Walking in a city is an act of defiance. It is usually the least efficient way to travel. There is often no destination. The idea of ‘going for a walk’ in an urban environment denotes a kind of subversiveness. Who does that? For most people urban travel is about getting from one place to another as quickly as possible. To wilfully choose to spend an hour walking to see a friend rather than getting a 10-minute Uber ride, feels like a radical rejection one of the tenets of our core cultural creed: optimisation. To slowly meander through a city or town, whilst the buses and taxis and cars and bikes fly past you, is to shout into the wind, ‘I opt out!’ The recent emergence of electric scooters ensures the few minutes it used to take you to walk from your home to the bus need no longer be wasted: you can hop on a scooter and be there in a matter of seconds. I prefer to take my time, observe my surroundings; notice how the quality of the air changes, how the familiar streets shrink and bloom with the changing of the seasons. 

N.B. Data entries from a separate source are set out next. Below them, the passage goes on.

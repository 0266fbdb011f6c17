"""The records every corpus reader shares: options, sentences, skipped records, the summary.

All three input kinds (raw text, bracketed trees, CoNLL-U) read into the same `Sentence` type and
report into the same `ReadReport`, so the layers above never branch on the file format.
"""

from __future__ import annotations

import unicodedata
from dataclasses import dataclass, field
from typing import Iterable, Literal

from treewright.trees import Tree
from treewright.vocab import Vocabulary

Format = Literal["auto", "text", "brackets", "conllu"]
CaseRules = Literal["default", "turkic"]
CASE_RULES = ("default", "turkic")


def lowercase(word: str, rules: str = "default") -> str:
    """`word` in lower case. "default" follows Unicode's language-independent mapping (Python's
    str.lower: I -> i, and dotted capital I, U+0130, -> i + combining dot above); "turkic"
    follows the Turkish and Azerbaijani rules of Unicode's SpecialCasing.txt: I -> dotless
    i (U+0131) and U+0130 -> i."""
    if rules == "turkic":
        word = word.replace("I", "\u0131").replace("\u0130", "i")
    return word.lower()


def normalization_variants(words: Iterable[str]) -> list[list[str]]:
    """The words of `words` that are one word written in two or more Unicode normalization
    forms (a composed letter, or the letter and a combining mark), grouped, each group in the
    order first seen; groups in the order their first word was seen. Readers keep words as
    written, so each form is a word of its own to a grammar or a sampler."""
    forms: dict[str, list[str]] = {}
    for word in dict.fromkeys(words):
        forms.setdefault(unicodedata.normalize("NFC", word), []).append(word)
    return [group for group in forms.values() if len(group) > 1]


def normalization_note(variants: list[list[str]], noun: str) -> str | None:
    """A line for a run's log about `normalization_variants` of its words or characters
    (`noun` in the singular, e.g. "training word"), naming the code points of the first group;
    None when there are none."""
    if not variants:
        return None
    first = variants[0]
    shown = " and ".join(f"{w!r} ({' '.join(f'U+{ord(c):04X}' for c in w)})" for w in first)
    counted = f"1 {noun} is" if len(variants) == 1 else f"{len(variants)} {noun}s are each"
    return (f"{counted} written in two or more Unicode normalization forms, and each form is "
            f"read as one of its own (for example {shown}); to read them as one, write the "
            f"text in one form, for example NFC")


def run_case_rules(data) -> str | None:
    """The case rules by which a training run's `data` config section (as read from its
    config.yaml) lowercased the words, or None when it kept them as written."""
    if not (isinstance(data, dict) and data.get("lowercase")):
        return None
    rules = data.get("case_rules", "default")
    return rules if rules in CASE_RULES else "default"

def run_tag_mode(data) -> bool:
    """True when a training run's `data` config section (as read from its config.yaml) trained
    the grammar on tags (`tag_mode`) rather than on words."""
    return isinstance(data, dict) and bool(data.get("tag_mode"))

# Preterminal labels treated as punctuation in the Penn Treebank tag set (from memory; the usual
# list in unsupervised-parsing evaluation). Pass it as `ReadOptions.punct_labels` to drop them.
PTB_PUNCT_LABELS = frozenset({",", ".", ":", "``", "''", "-LRB-", "-RRB-", "#", "$"})

# The Universal Dependencies tags of function words, the words that attach to the content word
# of their phrase (de Marneffe et al. 2021, "Universal Dependencies", Computational Linguistics
# 47(2); the relations aux, cop, case, mark, det, cc and punct), and the names the older
# universal tagset gives the same classes (Petrov, Das & McDonald 2012, "A Universal
# Part-of-Speech Tagset": CONJ, PRT and "." for conjunctions, particles and punctuation), which
# some treebanks still use. UD_FUNCTION names them in `bias.head_list` and `--function-words`.
UD_FUNCTION = "ud-function"
UD_FUNCTION_TAGS = ("ADP", "AUX", "CCONJ", "DET", "PART", "SCONJ", "PUNCT", "CONJ", "PRT", ".")


@dataclass
class ReadOptions:
    """How to read a corpus. The defaults keep the words as written.

    Call `validate()` (the readers do) to check every value at once.
    """
    # Token normalisation applies to words only; tags are case-significant and never changed.
    lowercase: bool = False
    case_rules: CaseRules = "default"   # how `lowercase` maps capitals (see `lowercase`)
    # Replace every decimal digit by "0" so numbers share statistics (common practice).
    normalize_digits: bool = False
    # Tag mode: the model's tokens are POS tags instead of words. Raw text: the file's tokens are
    # tags. Brackets: the preterminal labels. CoNLL-U: the UPOS column.
    tag_mode: bool = False

    # Sentence length limits, counted in tokens after every removal. Shorter sentences are
    # skipped as "too_short"; longer ones are set aside as "too_long" (kept in Corpus.set_aside).
    min_length: int = 1
    max_length: int | None = None

    # Vocabulary built from the used sentences: words seen at least `min_count` times, at most
    # `max_vocab` types including the unknown token. A given `vocabulary` (e.g. the training
    # corpus's, when reading a test set) is used as is instead.
    min_count: int = 1
    max_vocab: int | None = None
    vocabulary: Vocabulary | None = None

    # Bad records: False stops at the first one with InputError; True skips, counts and lists it.
    skip_bad: bool = False

    # Bracketed trees.
    remove_empty: bool = True             # drop -NONE- elements and nodes left empty by that
    empty_labels: frozenset[str] = frozenset({"-NONE-"})
    strip_function_tags: bool = True      # NP-SBJ-1 -> NP, NP=2 -> NP; -LRB- stays
    punct_labels: frozenset[str] = frozenset()  # preterminal labels to drop (PTB_PUNCT_LABELS)
    # Words to drop wherever they stand (bracketed trees and raw text; CoNLL-U keeps every
    # word, since removing one could disconnect its dependents).
    punct_words: frozenset[str] = frozenset()

    # CoNLL-U. Non-projective sentences are either skipped ("skip") or made projective by
    # lifting arcs ("lift"); the count is reported either way.
    nonprojective: Literal["skip", "lift"] = "skip"
    # Phrase labels: "upos" labels each word's subtree by the head's UPOS; "fixed" uses
    # `fixed_label` for every phrase. Preterminals always carry the word's UPOS.
    dependency_labels: Literal["upos", "fixed"] = "upos"
    fixed_label: str = "X"

    def validate(self) -> None:
        """Raise ValueError listing every impossible value at once."""
        problems = []
        if self.min_length < 0:
            problems.append(f"min_length must be >= 0, got {self.min_length}")
        if self.max_length is not None and self.max_length < max(self.min_length, 1):
            problems.append(f"max_length must be >= max(min_length, 1), got {self.max_length}")
        if self.min_count < 1:
            problems.append(f"min_count must be >= 1, got {self.min_count}")
        if self.max_vocab is not None and self.max_vocab < 1:
            problems.append(f"max_vocab must be >= 1, got {self.max_vocab}")
        if self.case_rules not in CASE_RULES:
            problems.append(f"case_rules must be one of {CASE_RULES}, got {self.case_rules!r}")
        if self.nonprojective not in ("skip", "lift"):
            problems.append(f"nonprojective must be 'skip' or 'lift', got {self.nonprojective!r}")
        if self.dependency_labels not in ("upos", "fixed"):
            problems.append("dependency_labels must be 'upos' or 'fixed', "
                            f"got {self.dependency_labels!r}")
        if problems:
            raise ValueError("; ".join(problems))


def run_drop_tags(data) -> frozenset[str]:
    """The tags whose words a training run's `data` config section removed (`drop_tags`)."""
    value = data.get("drop_tags") if isinstance(data, dict) else None
    return frozenset(t.strip() for t in value.split(",") if t.strip()) \
        if isinstance(value, str) else frozenset()


def run_read_options(data, **extra) -> ReadOptions:
    """ReadOptions that read a corpus as a training run's `data` config section (as read from
    its config.yaml; None: a grammar without a run) read its training corpus: its lowercasing
    (of words only: tags are never changed), tag mode and dropped tags. `extra` sets the other
    fields."""
    rules = run_case_rules(data)
    return ReadOptions(lowercase=rules is not None, case_rules=rules or "default",
                       tag_mode=run_tag_mode(data), punct_labels=run_drop_tags(data), **extra)


@dataclass
class Sentence:
    """One usable sentence.

    `words` are the surface words as read (after removals); `tokens` are what a model sees:
    normalised words, or the tags in tag mode (not yet mapped to the unknown token; use
    `Corpus.encode`). `tree` leaves are `words`, in order, when there is a tree. `line` is the
    1-based line where the sentence starts in `source`; `sent_id` is the name the source gives
    it (CoNLL-U `# sent_id`), None where the format has none. `joined` marks, per word, the
    words written joined to the word before them in one orthographic word (CoNLL-U multiword
    tokens and `SpaceAfter=No`; see `treewright.word_pieces`); None where the format does not
    say. `contracted` gives, per word, the written form of the CoNLL-U multiword token it lies
    in when the token's words run together do not spell it (`au` over `à` and `le`), else None;
    None when the sentence has no such token. `in_token` marks, per word, the words that lie in
    one CoNLL-U multiword token with the word before them (so that a word removed between them
    does not part them: `corpus.joined_without`); None where the format has no such tokens.
    """
    words: list[str]
    tokens: list[str]
    tree: Tree | None = None
    tags: list[str] | None = None
    source: str = ""
    line: int = 0
    heads: list[int] | None = None
    sent_id: str | None = None
    joined: list[bool] | None = None
    contracted: list[str | None] | None = None
    in_token: list[bool] | None = None

    def __len__(self) -> int:
        return len(self.tokens)


@dataclass
class SkippedRecord:
    """An input sentence that was not used, and why. `reason` is one of REASONS."""
    reason: str
    source: str
    line: int
    column: int | None = None
    message: str = ""

    def format(self) -> str:
        where = f"{self.source}, line {self.line}"
        if self.column is not None:
            where += f", column {self.column}"
        return f"{where}: {self.reason}: {self.message}" if self.message else \
            f"{where}: {self.reason}"


# Why a sentence can go unused. Every input sentence is used or counted under one of these.
REASONS = (
    "malformed",      # a record the reader could not parse (only with skip_bad=True)
    "empty",          # no tokens at all (a blank line, or everything removed)
    "too_short",      # fewer tokens than min_length
    "too_long",       # more tokens than max_length (set aside, kept in Corpus.set_aside)
    "nonprojective",  # CoNLL-U, with nonprojective="skip"
    "no_tags",        # tag mode, but the tree has words outside preterminals
)


@dataclass
class ReadReport:
    """What reading a corpus did: `sentences_read == sentences_used + sum(skipped_by_reason)`.

    `tokens` counts the used sentences' tokens; `unk_rate` is the fraction of them that the
    vocabulary maps to the unknown token (None before a vocabulary exists). `nonprojective` is the
    number of non-projective CoNLL-U sentences seen and `projectivised` how many were lifted.
    """
    sources: list[str] = field(default_factory=list)
    fmt: str = ""
    sentences_read: int = 0
    sentences_used: int = 0
    skipped_by_reason: dict[str, int] = field(default_factory=dict)
    tokens: int = 0
    vocab_size: int | None = None
    unk_rate: float | None = None
    nonprojective: int = 0
    projectivised: int = 0
    skipped: list[SkippedRecord] = field(default_factory=list)

    @property
    def sentences_skipped(self) -> int:
        return sum(self.skipped_by_reason.values())

    def add_skip(self, record: SkippedRecord) -> None:
        self.skipped.append(record)
        self.skipped_by_reason[record.reason] = self.skipped_by_reason.get(record.reason, 0) + 1

    def format(self) -> str:
        """Readable lines, one fact each."""
        lines = [f"read {self.sentences_read} sentences ({self.fmt}) from "
                 + ", ".join(self.sources),
                 f"used {self.sentences_used} sentences, {self.tokens} tokens"]
        if self.skipped_by_reason:
            lines.append(f"skipped {self.sentences_skipped}: " + ", ".join(
                f"{reason} {count}" for reason, count in sorted(self.skipped_by_reason.items())))
        if self.nonprojective:
            lines.append(f"non-projective {self.nonprojective}, "
                         f"projectivised {self.projectivised}")
        if self.vocab_size is not None:
            lines.append(f"vocabulary {self.vocab_size} types")
        if self.unk_rate is not None:
            lines.append(f"unknown-token rate {100 * self.unk_rate:.2f}%")
        return "\n".join(lines)

    def to_dict(self) -> dict:
        """Plain values only (JSON-ready); the skipped records as formatted strings."""
        return {
            "sources": list(self.sources), "fmt": self.fmt,
            "sentences_read": self.sentences_read, "sentences_used": self.sentences_used,
            "skipped_by_reason": dict(self.skipped_by_reason), "tokens": self.tokens,
            "vocab_size": self.vocab_size, "unk_rate": self.unk_rate,
            "nonprojective": self.nonprojective, "projectivised": self.projectivised,
            "skipped": [r.format() for r in self.skipped],
        }


@dataclass
class Corpus:
    """Sentences read from one file, the vocabulary over their tokens, and the read report."""
    sentences: list[Sentence]
    vocabulary: Vocabulary
    report: ReadReport
    set_aside: list[Sentence] = field(default_factory=list)  # the too-long sentences

    def __len__(self) -> int:
        return len(self.sentences)

    def encode(self, sentence: Sentence) -> list[int]:
        """Token ids of `sentence` under this corpus's vocabulary, unknown tokens to UNK."""
        return self.vocabulary.encode(sentence.tokens)

    def lengths(self) -> list[int]:
        return [len(s) for s in self.sentences]
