"""One interface for every corpus kind: `read_corpus` for a file that fits in memory,
`CorpusStream` for one that does not.

    corpus = read_corpus("train.conllu", options=ReadOptions(max_length=40))
    print(corpus.report.format())

    stream = CorpusStream("huge.txt", fmt="text")
    for chunk in stream.chunks(10_000):   # never more than one chunk in memory
        ...
"""

from __future__ import annotations

import os
import re
from collections import Counter
from dataclasses import replace
from typing import Iterator

from treewright.errors import InputError
from treewright.trees import Tree
from treewright.vocab import Vocabulary
from treewright.corpus.brackets import clean_tree, iter_bracket_records, preterminal_tags
from treewright.corpus.dependencies import (dependency_to_tree, iter_conllu_blocks,
                                            lift_to_projective, nonprojective_arcs)
from treewright.corpus.lines import check_readable, iter_lines
from treewright.corpus.types import (Corpus, ReadOptions, ReadReport, Sentence, SkippedRecord,
                                     lowercase)

FORMATS = ("text", "brackets", "conllu")
_CONLLU_EXTENSIONS = (".conllu", ".conll")
_DIGIT = re.compile(r"\d")


def _is_unknown(token: str, vocabulary: Vocabulary) -> bool:
    """True if `token` is encoded as the unknown token (a literal UNK in the data included)."""
    index = vocabulary.index.get(token)
    return index is None or index == vocabulary.unk_id


# The first line of a CoNLL-U sentence (the format's definition): ten tab-separated columns, the
# ID its first word (1), a multiword token from it (1-2) or an empty node before it (0.1), HEAD
# (the seventh) a number or _.
_CONLLU_COLUMNS = 10
_FIRST_ID = re.compile(r"1|1-[0-9]+|0\.[0-9]+")
_HEAD = re.compile(r"[0-9]+|_")


def starts_conllu_sentence(text: str) -> bool:
    """True if `text` can be the first line of a CoNLL-U sentence: ten tab-separated columns,
    the first a sentence's first id (`1`, `1-2`, `0.1`), HEAD a number or `_`. A raw-text line
    of ten tab-separated tokens seldom has all three."""
    fields = text.split("\t")
    return (len(fields) == _CONLLU_COLUMNS and _FIRST_ID.fullmatch(fields[0]) is not None
            and _HEAD.fullmatch(fields[6]) is not None)


def detect_format(path: str | os.PathLike) -> str:
    """The format of a corpus file, by name and then by content: 'conllu' for a .conllu/.conll
    file, or one whose first line that is neither blank nor a `#` comment can start a CoNLL-U
    sentence (`starts_conllu_sentence`); 'brackets' if the first non-space character is '(';
    else 'text'. Raises InputError for a missing, empty or non-UTF-8 file."""
    name = check_readable(path)
    if name.lower().endswith(_CONLLU_EXTENSIONS):
        return "conllu"
    comments = False
    for _, text in iter_lines(name):
        stripped = text.lstrip()
        if not stripped:
            continue
        if text.startswith("#"):  # a CoNLL-U comment, or raw text that starts with '#'
            comments = True
            continue
        if starts_conllu_sentence(text):
            return "conllu"
        return "brackets" if stripped.startswith("(") and not comments else "text"
    return "text"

I love walking in the countryside as well. Sometimes escaping the urban environment is a necessary and cleansing thing. Nothing quite clears the cobwebs like being punched in the face by a ferocious wind in the Peak District, my closest National Park. And until recently, if I wanted solitude and a sense of the vastness, emptiness, I had to get in my car and drive until I found it. The covid-19 pandemic and its various lockdowns have temporarily changed that: my city, Nottingham, is now an enormous barren urban landscape. Like an unnerving establishing shot in a horror film, the absence of visible human life in the city, coupled with the actual background dread of the pandemic itself, has endowed my urban walks a with a surreal, almost apocalyptic quality. 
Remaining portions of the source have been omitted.